Bond Length Ranking

In this tutorial I want to talk about bond length rankings, and as a little bonus at the end we’ll also look at bond strengths.

Here’s a fairly typical exam question: you’re given a molecule and asked to rank the indicated bonds by their length. Or, alternatively, you might see a series of molecules and each has a bond you would need to rank in terms of the bond length. It doesn’t matter how the question if phrased, the idea is always going to be the same: rank the bonds based on their length.

At first, this type of problem can look intimidating, but once you know the four core principles I’m about to show you, it becomes much more manageable.

Principle 1: Atomic Size

The first principle is atomic size. In organic chemistry, the size of the atom is the most important factor for bond length. Other factors like electronegativity, hybridization, or geometry do play a role, but atomic size dominates.

Hydrogen, for example, is the smallest atom. The H–H bond is very short, only 0.74 Å. (And just to remind you, 1 Å is 10^-10 m, ten times smaller than a nanometer.)

Any bond with hydrogen is going to be short. Here are some examples:

• C–H = 1.09 Å
• N–H = 1.02 Å
• O–H = 0.96 Å

Compare that to a C–C bond, which is 1.53 Å. Since carbon is much larger than hydrogen, the bond is longer.

We can see similar patterns as we move through the periodic table. For example:

• C–F = 1.35 Å
• C–Cl = 1.77 Å
• C–Br = 1.93 Å
• C–I = 2.13 Å

Relevant Periodic Table

As you can see, bond length increases as the atoms get larger as you move down to the next period. Good news is, you don’t need to memorize these numbers! The periodic trends are what matters. Across a period, atom size decreases slightly from left to right, and down a group, atom size increases significantly.

Example 1

Let’s apply this.

Suppose we need to rank C–H, C–C, and C–O bonds from the molecule above. Since hydrogen is smallest, C–H is shortest. Between C–O and C–C, oxygen is smaller than carbon, so C–O is shorter than C–C.

Principle 2: Bond Order

The second principle is bond order. Triple bonds are shorter than double bonds, and double bonds are shorter than single bonds.
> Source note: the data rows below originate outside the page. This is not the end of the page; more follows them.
// The client's one way to call the JSON API; errors keep the status and field issues.
export type FieldIssue = { field: string; message: string };

export class ApiError extends Error {
  constructor(
    readonly status: number,
    message: string,
    readonly issues: FieldIssue[] = [],
  ) {
    super(message);
  }

  fieldMessage(field: string): string | undefined {
    return this.issues.find((i) => i.field === field)?.message;
  }
}

export async function api<T>(path: string, init: { method?: string; body?: unknown } = {}): Promise<T> {
  const res = await fetch(path, {
    method: init.method ?? "GET",
    headers: init.body === undefined ? undefined : { "content-type": "application/json" },
    body: init.body === undefined ? undefined : JSON.stringify(init.body),
    credentials: "same-origin",
  });
  return answer<T>(res);
}

/** A multipart upload (files), answered like any other call. */
export async function postForm<T>(path: string, form: FormData): Promise<T> {
  return answer<T>(await fetch(path, { method: "POST", body: form, credentials: "same-origin" }));
}

async function answer<T>(res: Response): Promise<T> {
  const text = await res.text();
  const data = text ? safeJson(text) : null;
  if (!res.ok) {
    const err = (data as { error?: { message?: string; issues?: FieldIssue[] } } | null)?.error;
    throw new ApiError(res.status, err?.message ?? `The server answered ${res.status}.`, err?.issues ?? []);
  }
  return data as T;
}

function safeJson(text: string): unknown {
  try {
    return JSON.parse(text);
  } catch {
    return null;
  }
}
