import { route } from "@/lib/http/route";
import { issueReadiness } from "@/lib/services/submittals";

// What issuing this room's next revision asks to be confirmed, and the letter it will carry.
export const GET = route<{ projectId: string; roomId: string }>(({ actor, params }) => issueReadiness(actor, params.projectId, params.roomId));
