import { route } from "@/lib/http/route";
import { completePasswordReset } from "@/lib/services/password";

// Set the new password with the e-mailed token (single use, one hour).
export const POST = route<{ token: string }>(async ({ json, actor, params }) => completePasswordReset(actor, params.token, await json()), { public: true });
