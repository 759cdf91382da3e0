// Stable query keys, so a mutation can invalidate exactly what it changed.
export const keys = {
  me: ["me"] as const,
  sessions: ["me", "sessions"] as const,
  projects: ["projects"] as const,
  project: (id: string) => ["projects", id] as const,
  firm: ["firm"] as const,
  buildUps: (projectId: string) => ["projects", projectId, "build-ups"] as const,
  rooms: (projectId: string) => ["projects", projectId, "rooms"] as const,
  room: (projectId: string, roomId: string) => ["projects", projectId, "rooms", roomId] as const,
  submittals: (projectId: string) => ["projects", projectId, "submittals"] as const,
  submittal: (projectId: string, id: string) => ["projects", projectId, "submittals", id] as const,
};
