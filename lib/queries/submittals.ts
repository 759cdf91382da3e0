"use client";

import { queryOptions, useMutation, useQueryClient } from "@tanstack/react-query";
import type { InstalledPanel, IssueReadiness, SubmittalList, SubmittalView } from "@/lib/services/submittals";
import type { RoomView } from "@/lib/services/rooms";
import { api, postForm } from "./api";
import { keys } from "./keys";

const base = (projectId: string) => `/api/v1/projects/${encodeURIComponent(projectId)}`;
const one = (projectId: string, id: string) => `${base(projectId)}/submittals/${encodeURIComponent(id)}`;

export const submittalsQuery = (projectId: string) => queryOptions({ queryKey: keys.submittals(projectId), queryFn: () => api<SubmittalList>(`${base(projectId)}/submittals`) });

export const submittalQuery = (projectId: string, id: string) => queryOptions({ queryKey: keys.submittal(projectId, id), queryFn: () => api<SubmittalView>(one(projectId, id)) });

export const readinessQuery = (projectId: string, roomId: string) =>
  queryOptions({ queryKey: [...keys.submittals(projectId), "readiness", roomId] as const, queryFn: () => api<IssueReadiness>(`${base(projectId)}/rooms/${encodeURIComponent(roomId)}/readiness`), staleTime: 0 });

export function useIssue(projectId: string) {
  const qc = useQueryClient();
  return useMutation({
    mutationFn: (body: { roomId: string; letter: string; confirm: string[] }) => api<{ id: string; letter: string }>(`${base(projectId)}/submittals`, { method: "POST", body }),
    onSettled: () => qc.invalidateQueries({ queryKey: keys.submittals(projectId) }),
  });
}

export function useDecide(projectId: string, id: string) {
  const qc = useQueryClient();
  return useMutation({
    mutationFn: (body: { outcome: string; signature: string; notes: string; pdfSha256: string }) => api<{ id: string; state: string }>(`${one(projectId, id)}/decision`, { method: "POST", body }),
    onSettled: () => qc.invalidateQueries({ queryKey: keys.submittals(projectId) }),
  });
}

/** Install marks and site photos: each answer is put into the revision's cached view at once. */
export function useInstallActions(projectId: string, id: string) {
  const qc = useQueryClient();
  const put = (panel: InstalledPanel) => {
    qc.setQueryData<SubmittalView>(keys.submittal(projectId, id), (view) =>
      view?.install ? { ...view, install: { ...view.install, placements: view.install.placements.map((p) => (p.id === panel.placementId ? { ...p, ...panel } : p)) } } : view,
    );
    return qc.invalidateQueries({ queryKey: keys.submittals(projectId) });
  };
  const mark = useMutation({
    mutationFn: ({ placementId, installed }: { placementId: string; installed: boolean }) =>
      api<InstalledPanel>(`${one(projectId, id)}/placements/${encodeURIComponent(placementId)}`, { method: "PUT", body: { installed } }),
    onSuccess: put,
  });
  const photo = useMutation({
    mutationFn: ({ placementId, file }: { placementId: string; file: File }) => {
      const form = new FormData();
      form.set("file", file);
      return postForm<InstalledPanel>(`${one(projectId, id)}/placements/${encodeURIComponent(placementId)}/photo`, form);
    },
    onSuccess: put,
  });
  return { mark, photo };
}

export function useRoomFire(projectId: string, roomId: string) {
  const qc = useQueryClient();
  return useMutation({
    mutationFn: (fireRequired: string | null) => api<RoomView>(`${base(projectId)}/rooms/${encodeURIComponent(roomId)}`, { method: "PATCH", body: { fireRequired } }),
    onSuccess: (room) => qc.setQueryData(keys.room(projectId, roomId), room),
  });
}
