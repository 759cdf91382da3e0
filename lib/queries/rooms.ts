"use client";

import { queryOptions, useMutation, useQueryClient } from "@tanstack/react-query";
import type { RoomSummary, RoomView } from "@/lib/services/rooms";
import type { MaterialView } from "@/lib/services/materials";
import { api } from "./api";
import { keys } from "./keys";

const base = (projectId: string) => `/api/v1/projects/${encodeURIComponent(projectId)}`;

export const roomsQuery = (projectId: string) =>
  queryOptions({ queryKey: keys.rooms(projectId), queryFn: () => api<{ rooms: RoomSummary[] }>(`${base(projectId)}/rooms`).then((r) => r.rooms) });

export const roomQuery = (projectId: string, roomId: string) =>
  queryOptions({ queryKey: keys.room(projectId, roomId), queryFn: () => api<RoomView>(`${base(projectId)}/rooms/${encodeURIComponent(roomId)}`) });

export const materialsQuery = (projectId: string) =>
  queryOptions({
    queryKey: ["projects", projectId, "materials"] as const,
    queryFn: () => api<{ materials: MaterialView[] }>(`${base(projectId)}/materials`).then((r) => r.materials),
  });

export function useCreateRoom(projectId: string) {
  const qc = useQueryClient();
  return useMutation({
    mutationFn: (input: unknown) => api<RoomView>(`${base(projectId)}/rooms`, { method: "POST", body: input }),
    onSuccess: () => qc.invalidateQueries({ queryKey: keys.rooms(projectId) }),
  });
}

export function useSaveRoom(projectId: string, roomId: string) {
  const qc = useQueryClient();
  return useMutation({
    mutationFn: (input: unknown) => api<RoomView>(`${base(projectId)}/rooms/${encodeURIComponent(roomId)}`, { method: "PUT", body: input }),
    onSuccess: (saved) => {
      qc.setQueryData(keys.room(projectId, roomId), saved);
      return qc.invalidateQueries({ queryKey: keys.rooms(projectId) });
    },
  });
}

export function useCreateMaterial(projectId: string) {
  const qc = useQueryClient();
  return useMutation({
    mutationFn: (input: unknown) => api<MaterialView>(`${base(projectId)}/materials`, { method: "POST", body: input }),
    onSuccess: () => qc.invalidateQueries({ queryKey: ["projects", projectId, "materials"] }),
  });
}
For example, with carbon–nitrogen bonds, or nitrogen–nitrogen bonds, you’ll consistently see:
C≡N < C=N < C–N

But we still need to account for atomic size. Compare carbon–oxygen versus carbon–sulfur bonds. Even though a C=S double bond has higher bond order, it’s still longer than a single C–O bond because sulfur is much larger than oxygen.

Example 2

Here’s another example with several highlighted bonds:
C–H, C≡C, C=O, C=C, and C–C.

The shortest is C–H, followed by the triple bond, then the double bonds (C=O and C=C), and finally the longest is the single C–C bond.

So far, atomic size and bond order are the two major principles for ranking bond lengths. But there are two more to keep in mind.

Principle 3: Hybridization

The third principle is hybridization. The more s-character in a hybrid orbital, the shorter the bond.

• sp³ orbitals are largest, so sp³ bonds are the longest.
• sp² bonds are shorter.
• sp bonds are the shortest.

This effect isn’t as strong as atomic size or bond order, but it can still matter.

Principle 4: Resonance

The fourth principle is resonance. Resonance often creates partial bonds that fall in between single and double bond lengths.

Take butadiene, for example. Resonance makes the central C–C bond not quite a single bond, but not quite a double either. Experimentally, it measures around 1.47 Å—shorter than a normal single bond but longer than a double bond.

So, once you’ve ranked bonds based on atomic size and bond order, double-check whether hybridization or resonance applies, since these can shift the bond lengths slightly.

Complex Example

Now let’s return to the type of exam question we started with. Using these four principles: atomic size, bond order, hybridization, and resonance.

Bond Strength

And now for the bonus: bond strength. Bond strength and bond length are correlated: the shorter the bond, the stronger it is.

But there’s a catch: this only works when comparing bonds of the same type or between similar atoms.

For example, compare carbon–carbon single, double, and triple bonds. The single bond is longest and weakest, while the triple bond is shortest and strongest. The same trend holds for carbon–nitrogen bonds.

But if you compare very different bonds, the trend breaks down. A C–H bond is very short, but it’s not nearly as strong as other bonds of similar length. An H–H bond is even shorter, yet only about as strong as a C–H bond.

So, the bond length–bond strength correlation is useful, but only for comparing similar types of bonds.

The good news is, exam questions will usually stick to straightforward comparisons. If you master these four principles and practice a few examples, you’ll be ready to tackle bond length ranking problems with confidence.